Talk title:
Toward Factuality in Information Access: Multimodal Factual Knowledge Acquisition
时间:10月20号下午1:30(北京时间)
Join Zoom Meeting
https://nus-sg.zoom.us/j/5052386212?pwd=ZHdpTDJwS1FRMjJLSHFJMFFmR0x6UT09
Meeting ID: 505 238 6212
Passcode: 675758
Abstract:
Recent years witness great success in multimodal foundation models. However, although such models achieve decent scores on various benchmarks, we see that these models understand images as bags of words. In detail, they use object understanding as a shortcut but lacks ability to capture abstract semantics such as verbs. To learn physical world knowledge, we first categorize it according to its temporal dynamics (static -> dynamic) and by its horizon (short/fast thinking -> long/slow thinking). My research aims to bring this deep factual knowledge view to the multimodal world.
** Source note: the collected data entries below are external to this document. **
// Opening stock: what a business already held when it started on Lumenyard, brought in as moves of kind
// 'opening' in one transaction, many rows per statement (a first import holds tens of thousands of
// lines, which one-by-one writes would take minutes over). The stock service's rules hold as in
// applyMoves: the same lock order (cost rows sorted, then each item's balances in its warehouses in
// index order), the moving average blended from the incoming costs, balances and ledger written together.
import { randomUUID } from 'node:crypto'
import type { EntityManager } from 'typeorm'
import { AppError } from '../../errors.js'
import { blendAverages, lockCostRows, writeAverages } from './averageCost.js'
import { groupKey, type WarehouseGroup } from './balanceLocks.js'
import type { DocRef, StockActor } from './stockLedger.js'

export interface OpeningLine {
  itemId: number
  warehouseId: number
  binId: number
  lotId: number | null
  /** Positive, in stock units. */
  qty: number
  unitCost: string
  note?: string | null
}

export interface CostBefore {
  itemId: number
  warehouseId: number
  avgBefore: string
  onHandBefore: number
}

const CHUNK = 1000

function chunks<T>(rows: readonly T[], size = CHUNK): T[][] {
  const out: T[][] = []
  for (let i = 0; i < rows.length; i += size) out.push(rows.slice(i, i + size))
  return out
}

const sortGroups = (groups: Iterable<WarehouseGroup>) => [...groups].sort((a, b) => a.itemId - b.itemId || a.warehouseId - b.warehouseId)

/** Cost rows (created when missing) and every balance of the groups' items, all locked exclusively in the one order. */
async function lockGroups(em: EntityManager, groups: readonly WarehouseGroup[]) {
  const averages = new Map<string, string>()
  for (const chunk of chunks(groups)) for (const [k, v] of await lockCostRows(em, chunk)) averages.set(k, v)
  const wanted = new Set(groups.map(groupKey))
  const onHand = new Map<string, number>([...wanted].map((k) => [k, 0]))
  const reservedKeys = new Set<string>()
  const itemIds = [...new Set(groups.map((g) => g.itemId))]
  for (const ids of chunks(itemIds)) {
    const rows: { item_id: number; warehouse_id: number; bin_id: number; lot_id: number | null; on_hand: number; reserved: number }[] = await em.query(
      `SELECT item_id, warehouse_id, bin_id, lot_id, on_hand, reserved FROM stock_balances FORCE INDEX (ix_balance_item_wh_bin)
       WHERE item_id IN (${ids.map(() => '?').join(', ')}) ORDER BY item_id, warehouse_id, bin_id, lot_key FOR UPDATE`,
      ids,
    )
    for (const r of rows) {
      const gk = groupKey({ itemId: r.item_id, warehouseId: r.warehouse_id })
      if (!wanted.has(gk)) continue
      onHand.set(gk, onHand.get(gk)! + Number(r.on_hand))
      if (Number(r.reserved) > 0) reservedKeys.add(`${r.item_id}:${r.bin_id}:${r.lot_id ?? 0}`)
    }
  }
  return { averages, onHand, reservedKeys }
}

/** Adds (sign 1) or takes away (sign −1) quantities per balance key, many rows per statement, in lock order. */
async function changeBalances(em: EntityManager, lines: readonly OpeningLine[], sign: 1 | -1): Promise<void> {
  const byKey = new Map<string, OpeningLine & { total: number }>()
  for (const l of lines) {
    const key = `${l.itemId}:${l.binId}:${l.lotId ?? 0}`
    const seen = byKey.get(key)
    if (seen) seen.total += l.qty
    else byKey.set(key, { ...l, total: l.qty })
  }
  const sorted = [...byKey.values()].sort((a, b) => a.itemId - b.itemId || a.warehouseId - b.warehouseId || a.binId - b.binId || (a.lotId ?? 0) - (b.lotId ?? 0))
  for (const chunk of chunks(sorted)) {
    await em.query(
      `INSERT INTO stock_balances (item_id, warehouse_id, bin_id, lot_id, on_hand, reserved) VALUES ${chunk.map(() => '(?, ?, ?, ?, ?, 0)').join(', ')}
       ON DUPLICATE KEY UPDATE on_hand = on_hand ${sign > 0 ? '+' : '-'} VALUES(on_hand)`,
      chunk.flatMap((l) => [l.itemId, l.warehouseId, l.binId, l.lotId, l.total]),
    )
  }
}

async function insertMoves(em: EntityManager, actor: StockActor, lines: readonly OpeningLine[], sign: 1 | -1, doc: DocRef, reason: string | null): Promise<string> {
  const batchId = randomUUID()
  const at = new Date()
  for (const chunk of chunks(lines)) {
    await em.query(
      `INSERT INTO stock_moves (at, move_type, item_id, warehouse_id, bin_id, lot_id, qty, unit_cost, doc_type, doc_id, doc_line_id, reason, note, batch_id, user_id)
       VALUES ${chunk.map(() => "(?, 'opening', ?, ?, ?, ?, ?, ?, ?, ?, NULL, ?, ?, ?, ?)").join(', ')}`,
      // A reversal carries no cost: it blends nothing (the averages are put back as they were), and the
      // valuation replay reads only moves with a cost as blending ones.
      chunk.flatMap((l) => [at, l.itemId, l.warehouseId, l.binId, l.lotId, sign * l.qty, sign > 0 ? l.unitCost : null, doc.docType, doc.docId, reason, l.note ?? null, batchId, actor.userId]),
    )
  }
  return batchId
}

/**
 * Brings the lines in: on hand up, the moving average of each item × warehouse blended from what was
 * there (on hand at its average) and the lines at their costs, in the lines' order. Returns each
 * group's average and on hand from before, which a reversal puts back.
 */
export async function bringInOpeningStock(em: EntityManager, actor: StockActor, lines: readonly OpeningLine[], doc: DocRef): Promise<{ batchId: string; costsBefore: CostBefore[] }> {
  for (const l of lines) if (!Number.isSafeInteger(l.qty) || l.qty <= 0) throw new RangeError(`opening quantity must be a positive integer, got ${l.qty}`)
  const groups = sortGroups(new Map(lines.map((l) => [groupKey(l), { itemId: l.itemId, warehouseId: l.warehouseId }])).values())
  const { averages, onHand } = await lockGroups(em, groups)
  const costsBefore = groups.map((g) => ({ ...g, avgBefore: averages.get(groupKey(g)) ?? '0.0000', onHandBefore: onHand.get(groupKey(g)) ?? 0 }))
  await blendAverages(em, averages, onHand, lines)
  await changeBalances(em, lines, 1)
  const batchId = await insertMoves(em, actor, lines, 1, doc, null)
  return { batchId, costsBefore }
}

/** What an opening-stock document wrote, as lines (its own 'opening' moves with a positive quantity). */
async function documentLines(em: EntityManager, doc: DocRef): Promise<(OpeningLine & { id: number })[]> {
  const rows: { id: string; item_id: number; warehouse_id: number; bin_id: number; lot_id: number | null; qty: number; unit_cost: string; note: string | null }[] = await em.query(
    "SELECT id, item_id, warehouse_id, bin_id, lot_id, qty, unit_cost, note FROM stock_moves WHERE doc_type = ? AND doc_id = ? AND move_type = 'opening' AND qty > 0 ORDER BY id",
    [doc.docType, doc.docId],
  )
  return rows.map((r) => ({ id: Number(r.id), itemId: r.item_id, warehouseId: r.warehouse_id, binId: r.bin_id, lotId: r.lot_id, qty: Number(r.qty), unitCost: r.unit_cost, note: r.note }))
}

/**
 * Takes an opening-stock document back whole, while nothing else has touched what it wrote: no later move
 * of any of its items in any of its warehouses, no units held on its balances. Writes the opposite moves
 * and puts each average back as it was.
 */
export async function takeBackOpeningStock(em: EntityManager, actor: StockActor, doc: DocRef, costsBefore: readonly CostBefore[]): Promise<{ moves: number }> {
  const lines = await documentLines(em, doc)
  if (!lines.length) return { moves: 0 }
  const groups = sortGroups(new Map(lines.map((l) => [groupKey(l), { itemId: l.itemId, warehouseId: l.warehouseId }])).values())
  const { reservedKeys } = await lockGroups(em, groups)
  const held = lines.find((l) => reservedKeys.has(`${l.itemId}:${l.binId}:${l.lotId ?? 0}`))
  if (held) throw await touched(em, held)
  const wanted = new Set(groups.map(groupKey))
  const firstId = lines[0].id
  for (const ids of chunks([...new Set(groups.map((g) => g.itemId))])) {
    // A locking read sees moves committed after this transaction's snapshot; the ledger is append-only.
    const later: { item_id: number; warehouse_id: number }[] = await em.query(
      `SELECT DISTINCT item_id, warehouse_id FROM stock_moves WHERE item_id IN (${ids.map(() => '?').join(', ')}) AND id > ?
         AND NOT (doc_type <=> ? AND doc_id <=> ?) LOCK IN SHARE MODE`,
      [...ids, firstId, doc.docType, doc.docId],
    )
    const hit = later.find((r) => wanted.has(groupKey({ itemId: r.item_id, warehouseId: r.warehouse_id })))
    if (hit) throw await touched(em, { itemId: hit.item_id, warehouseId: hit.warehouse_id })
  }
  await changeBalances(em, lines, -1)
  await insertMoves(em, actor, lines, -1, doc, 'reversed')
  await writeAverages(em, costsBefore.map((c) => [groupKey(c), c.avgBefore] as const))
  return { moves: lines.length }
}

async function touched(em: EntityManager, at: { itemId: number; warehouseId: number }): Promise<AppError> {
  const [row]: { sku: string; code: string }[] = await em.query('SELECT i.sku, w.code FROM items i, warehouses w WHERE i.id = ? AND w.id = ?', [at.itemId, at.warehouseId])
  return AppError.conflict('import_touched', `Stock of ${row?.sku} in ${row?.code} has moved since the import; it can no longer be reversed as a whole.`, { params: { sku: row?.sku ?? '', warehouse: row?.code ?? '' } })
}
Such a transformation poses significant challenges: (1) understanding multimodal semantic structures that are abstract (such as events and semantic roles of objects): I will present our solution of zero-shot cross-modal transfer, an effective way to inject event-level knowledge into vision-language foundation models; (2) understanding long-horizon temporal dynamics: I will introduce typical ways to handle long-horizon reasoning, which empower machines to capture complex temporal patterns. (3) After that, we will also briefly analyze the reason of hallucinations and the potential way to ensure factuality via knowledge-driven methods, with example applications like meeting summarization, timeline generation, and question answering. I will then lay out how I plan to promote factuality and truthfulness in multimodal information access, through a structured knowledge view that is easily explainable, highly compositional, and capable of long-horizon reasoning.